Cauê

Personal information
- Full name: Cauê Vinícius dos Santos
- Date of birth: 16 November 2002 (age 23)
- Place of birth: Ituverava, Brazil
- Height: 1.84 m (6 ft 0 in)
- Position: Striker

Team information
- Current team: Criciúma
- Number: 88

Youth career
- 2016–2019: Novorizontino
- 2019–2022: → Corinthians (loan)

Senior career*
- Years: Team / Apps / (Gls)
- 2019–2022: Novorizontino / 1 / (0)
- 2020–2022: → Corinthians (loan) / 9 / (1)
- 2022–2025: Lommel / 41 / (15)
- 2023–2024: → Benfica B (loan) / 28 / (7)
- 2024–2025: → Gil Vicente (loan) / 15 / (1)
- 2025: → Casa Pia (loan) / 12 / (1)
- 2025–: Criciúma / 1 / (0)

International career^{‡}
- 2020: Brazil U20 / 3 / (2)

= Cauê (footballer, born 2002) =

Brazilian footballer

Cauê Vinicius dos Santos (born 16 November 2002), known simply as Cauê, is a Brazilian professional footballer who plays as a striker for Criciúma.

== Club career ==
Born in Ituverava, Cauê started playing football in the local club Novorizontino. Cauê made his professional debut for Novorizontino on 21 March 2019 in the Campeonato Paulista.

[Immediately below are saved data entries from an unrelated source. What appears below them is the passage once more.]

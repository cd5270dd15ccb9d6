// SPDX-License-Identifier: MIT
#include "species/file_text.h"

#include <cerrno>
#include <cstdio>
#include <cstring>

#include "species/species_reader.h"

namespace sevenfold::detail {

std::optional<std::string> ReadSpeciesFileText(const std::string& path, std::string* problem) {
  errno = 0;
  std::FILE* file = std::fopen(path.c_str(), "rb");
  if (file == nullptr) {
    *problem = (path + ": cannot open species file: " + std::strerror(errno) +
                      "; expected a readable file");
    return std::nullopt;
  }
  std::string text;
  char buffer[1 << 16];
  while (true) {
    const std::size_t num_read = std::fread(buffer, 1, sizeof buffer, file);
    text.append(buffer, num_read);
    if (text.size() > kMaxSpeciesFileBytes) {
      std::fclose(file);
      *problem = (path +
                        ": species file is larger than 16 MiB, refused before parsing; "
                        "expected a file of at most 16 MiB");
      return std::nullopt;
    }
    if (num_read < sizeof buffer) {
      if (std::ferror(file)) {
        const int error_number = errno;
        std::fclose(file);
        *problem = (path + ": cannot read species file: " + std::strerror(error_number) +
                          "; expected a readable file");
        return std::nullopt;
      }
      break;
    }
  }
  std::fclose(file);
  return text;
}

}  // namespace sevenfold::detail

He later signed for Corinthians. He became part-time with the professional squad in September 2020.

In January 2022, Cauê joined Belgian First Division B side Lommel on a five-year deal.

On 30 August 2023, Portuguese club Benfica announced that Cauê had joined their B team on a season-long loan from Lommel.